Para resolver o problema da escala empresarial, Pedro Brinca recomendou uma reflexão sobre o enquadramento fiscal. Como está, hoje a mensagem é que “ganhar escala não compensa”, disse.

“Se calhar, o melhor seria mesmo OE cair e haver eleições”

Com a viabilização do Orçamento do Estado para 2025 ainda por garantir, o economista Pedro Brinca projetou, na conferência promovida pelo ECO, que o país arrisca ficar com “uma espécie de Orçamento que nem é carne, nem é peixe”, uma vez que as “principais medidas emblemáticas” já caíram.

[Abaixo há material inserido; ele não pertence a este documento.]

def _conditions(
    table: pd.DataFrame, columns: Sequence[str], protected: str
) -> dict[str, list[tuple[Condition, np.ndarray]]]:
    missing = [c for c in columns if c not in table.columns]
    if missing:
        raise AnalysisError(
            f"condition column(s) {missing} are not in the area table; available columns: "
            f"{_available(table)}"
        )
    found: dict[str, list[tuple[Condition, np.ndarray]]] = {}
    if "income_tier" in table.columns and "income_tier" not in columns:
        found["income_tier"] = _categories(table["income_tier"], "income_tier")
    if {"population", "area_km2"} <= set(table.columns):
        pop, _ = _numeric(table["population"])
        area, _ = _numeric(table["area_km2"])
        density = np.divide(pop, area, out=np.full(pop.size, np.nan), where=area > 0)
        found["density"] = _quartiles(density, "density", "population density", " per km²")
    for col in columns:
        if col == protected:
            continue
        series = table[col]
        if pd.api.types.is_bool_dtype(series.dtype):
            found[col] = _categories(series.map({True: "yes", False: "no"}), col)
        elif pd.api.types.is_numeric_dtype(series.dtype) and series.nunique(dropna=True) > 4:
            values, _ = _numeric(series)
            found[col] = _quartiles(values, col, col, "")
        else:
            found[col] = _categories(series, col)
    return found


def _categories(series: pd.Series, column: str) -> list[tuple[Condition, np.ndarray]]:
    labels = _text_values(series)
    out = []
    for level in sorted(set(labels) - {""}):
        if column == "income_tier" and level in _TIER_PHRASES:
            verb, phrase = _TIER_PHRASES[level]
        else:
            verb, phrase = "have", f"{column} = {level}"
        out.append((Condition(column, level, verb, phrase), labels == level))
    return out


def _quartiles(
    values: np.ndarray, column: str, what: str, unit: str
) -> list[tuple[Condition, np.ndarray]]:
    finite = np.isfinite(values)
    if finite.sum() < 2 or np.ptp(values[finite]) == 0:
        return []
    edges = np.unique(np.quantile(values[finite], [0.0, 0.25, 0.5, 0.75, 1.0]))
    # Bins are closed on the right as in pandas.qcut, the first one also on the left.
    codes = np.clip(np.searchsorted(edges, values, side="left"), 1, edges.size - 1) - 1
    m = edges.size - 1
    out = []
    for q in range(m):
        lo, hi = edges[q], edges[q + 1]
        word = _QUARTER_WORDS[q] if m == 4 else f"band {q + 1} of {m}"
        value = f"Q{q + 1}" if m == 4 else f"B{q + 1}"
        phrase = f"in the {word} quarter by {what} ({lo:,.4g} to {hi:,.4g}{unit})"
        if m != 4:
            phrase = f"in {word} by {what} ({lo:,.4g} to {hi:,.4g}{unit})"
        out.append((Condition(column, value, "are", phrase), finite & (codes == q)))
    return out


def _predicate(conds: Sequence[Condition]) -> str:
    """Join predicates, saying a shared verb once: 'are majority-minority and low-income'."""
    parts: list[str] = []
    last_verb = None
    for cond in conds:
        parts.append(cond.phrase if cond.verb == last_verb else f"{cond.verb} {cond.phrase}")
        last_verb = cond.verb
    if len(parts) == 1:
        return parts[0]
    return ", ".join(parts[:-1]) + " and " + parts[-1]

Pior, essa poderá ser a tónica para o resto da legislatura, daí que entenda que, “se calhar, o melhor seria o Orçamento do Estado cair e haver eleições legislativas”, novamente.

“Existe uma narrativa sobre as responsabilidades desta falta de estabilidade. Podia ser que essa narrativa produzisse um Parlamento com uma maioria estável, que conseguisse ter a força para ter as políticas que são precisas“, sublinhou.

Por sua vez, o presidente da ATP prevê que esta “será uma legislatura que vai acontecer pouca mudança”. “Haver uma clarificação em termos de dar oportunidade a quem quer mudar, vejo como muito positivo. As eleições são sempre uma altura para os portugueses dizerem se querem ou não fazer mudanças“, rematou.